Darcy I know one thing more embarrassing. My fiancé's uncle had to pull something from his weim's butt while standing, talking to a neighbor. It turned out to be a condom. 😧😬


----------



## Rudy (Oct 12, 2012)

Packaged?

Or used it matters  ;D

lmao

Blood tests yesterday 

but It will say a funny

I hope he was gloved up :-X


----------



## VizslaLouie (Jul 3, 2013)

Louie grazes daily in our yard, can't keep him from eating weeds & grass. He will also dig up roots of plants and eat them. He doesn't throw it up either, have been watching this for months & don't know why he loves it. 
I give him veggies as snacks, he really loves carrots. We also leave his dry food out for him to eat more if he wants to & he will sometimes clean up & sometimes leave food, but will still eat weeds. 

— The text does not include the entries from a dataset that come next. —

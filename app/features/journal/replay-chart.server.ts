/**
 * The journal replay's chart, from the replay's own series: thinned and packed for the page, or
 * whole as CSV. Pure (no database), so it runs on the chores thread (chores-pool.server.ts): for
 * a full journal, some 33,000 samples, converting, thinning and writing them took the request
 * thread 60–150 ms.
 */
import type { EventRecord, Scenario, Series } from "~models";
import type { Replay } from "~/features/journal/journal-replay.server";
import { runChart, type PackedRunChart } from "~/features/runs/run-chart";
import { packSeries } from "~/features/runs/series-packing";
import { thinEvents, thinSeries } from "~/features/runs/thin-series";
import { seriesCsv } from "~/utils/csv";
import type { DisplayUnits } from "~/utils/display-units";

/** A replay's run and what its chart needs of the settings, in the viewer's units. */
export type ReplayChartInput = {
  series: Series;
  events: readonly EventRecord[];
  scenario: Pick<Scenario, "water" | "targets">;
  units: DisplayUnits;
};

export type ReplayChartData = PackedRunChart & { eventsTotal: number; samplesTotal: number };

/** What the chart of replay `r`, run on `settings`, needs: only the settings' water and targets go to the worker. */
export function replayChartInput(r: Replay, settings: Scenario, units: DisplayUnits): ReplayChartInput {
  return {
    series: r.result.series,
    events: r.result.events,
    scenario: { water: settings.water, targets: settings.targets },
    units,
  };
}

function loggedChart({ series, events, scenario, units }: ReplayChartInput) {
  // The scenario's own meals are not something the keeper logged: only the journal's events are marked.
  return runChart({ series, events: events.filter((e) => e.kind !== "feeding") }, scenario, units);
}

/** The chart the page draws: a long replay thinned to each stretch's extremes (thin-series.ts). */
export function replayChartData(input: ReplayChartInput): ReplayChartData {
  const { series, events: marked, ...rest } = loggedChart(input);
  const sent = thinSeries(series);
  const thinned = thinEvents(marked, sent.t[0] ?? 0, sent.t.at(-1) ?? 0);
  return {
    ...rest,
    events: thinned.events,
    eventsTotal: thinned.total,
    samplesTotal: series.t.length,
    packedSeries: packSeries(sent),
  };
}

/** Every sample as CSV, in the same columns as the chart's own CSV. */
export function replayChartCsv(input: ReplayChartInput): string {
  const chart = loggedChart(input);
  return seriesCsv(chart.series, chart.labels, chart.events);
}
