/**
 * Dense LU factorisation with partial pivoting, for the small (≤ ~30) systems of the implicit
 * solver. Row-major Float64Array storage; no allocation after construction.
 */
export class DenseLu {
  readonly n: number;
  private readonly a: Float64Array;
  private readonly pivot: Int32Array;

  constructor(n: number) {
    this.n = n;
    this.a = new Float64Array(n * n);
    this.pivot = new Int32Array(n);
  }

  /**
   * Factorise M = diag · I − J (the Rosenbrock iteration matrix) in place.
   * @returns false when the matrix is singular to working precision.
   */
  factorShifted(diag: number, jac: Float64Array): boolean {
    const { n, a, pivot } = this;
    for (let i = 0; i < n * n; i++) a[i] = -jac[i];
    for (let i = 0; i < n; i++) a[i * n + i] += diag;
    for (let k = 0; k < n; k++) {
      let p = k;
      let best = Math.abs(a[k * n + k]);
      for (let i = k + 1; i < n; i++) {
        const v = Math.abs(a[i * n + k]);
        if (v > best) {
          best = v;
          p = i;
        }
      }
      if (!(best > 0) || !Number.isFinite(best)) return false;
      pivot[k] = p;
      if (p !== k) {
        for (let j = 0; j < n; j++) {
          const tmp = a[k * n + j];
          a[k * n + j] = a[p * n + j];
          a[p * n + j] = tmp;
        }
      }
      const inv = 1 / a[k * n + k];
      for (let i = k + 1; i < n; i++) {
        const f = a[i * n + k] * inv;
        if (f === 0) continue;
        a[i * n + k] = f;
        for (let j = k + 1; j < n; j++) a[i * n + j] -= f * a[k * n + j];
      }
    }
    return true;
  }

  /** Solve (the factorised matrix) · x = b in place (b becomes x). */
  solve(b: Float64Array): void {
    const { n, a, pivot } = this;
    // Rows were swapped whole during the factorisation (LAPACK style), so every interchange
    // is applied to b before the forward substitution.
    for (let k = 0; k < n; k++) {
      const p = pivot[k];
      if (p !== k) {
        const tmp = b[k];
        b[k] = b[p];
        b[p] = tmp;
      }
    }
    for (let k = 0; k < n; k++) {
      const bk = b[k];
      if (bk !== 0) for (let i = k + 1; i < n; i++) b[i] -= a[i * n + k] * bk;
    }
    for (let k = n - 1; k >= 0; k--) {
      let s = b[k];
      for (let j = k + 1; j < n; j++) s -= a[k * n + j] * b[j];
      b[k] = s / a[k * n + k];
    }
  }
}
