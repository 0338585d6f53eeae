/**
 * Which of the tank's scenarios the journal is replayed on, and its settings: the one asked for
 * (`?scenario=`), else the one the tank's plan is over, as the tank page and the reminders use,
 * under the tank's maintenance plan and nitrate band. The journal page and its replay CSV agree.
 */
import type { Scenario } from "~models";
import { readStoredSettings } from "~/features/runs/simulation.server";
import { planScenario, tankModelSettings } from "~/features/tanks/maintenance-plan.server";
import { listScenarios, type ScenarioRow, type TankRow } from "~/features/tanks/tanks.server";

export function journalScenario(
  tank: TankRow,
  scenarioParam: string | null,
): { scenarios: ScenarioRow[]; plan: ScenarioRow | null; chosen: ScenarioRow | null; settings: Scenario | null } {
  const scenarios = listScenarios(tank.id);
  const plan = planScenario(tank.id);
  const chosen = scenarios.find((s) => String(s.id) === scenarioParam) ?? plan;
  const stored = chosen ? readStoredSettings(chosen.settings) : null;
  return { scenarios, plan, chosen, settings: stored ? tankModelSettings(tank, stored) : null };
}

So far the only 'bad' thing related to his grazing is he got into some poison oak, but responded well to the meds the vet provided. Hasn't stopped him from grazing wild plants so far. Nutty puppy worries me.


----------



## Carolina Blue (Sep 20, 2012)

Kiya yanks up the grass when in play mode. I dive in to retrieve as much as I can because it is going to come out one end or the other later.


----------



## Darcy1311 (May 27, 2012)

SteelCityDozer said:


> Darcy I know one thing more embarrassing. My fiancé's uncle had to pull something from his weim's butt while standing, talking to a neighbor. It turned out to be a condom. 😧😬


 Now that is embarrasing......but what is more disturbing is the person that put the condom ON the dog..


----------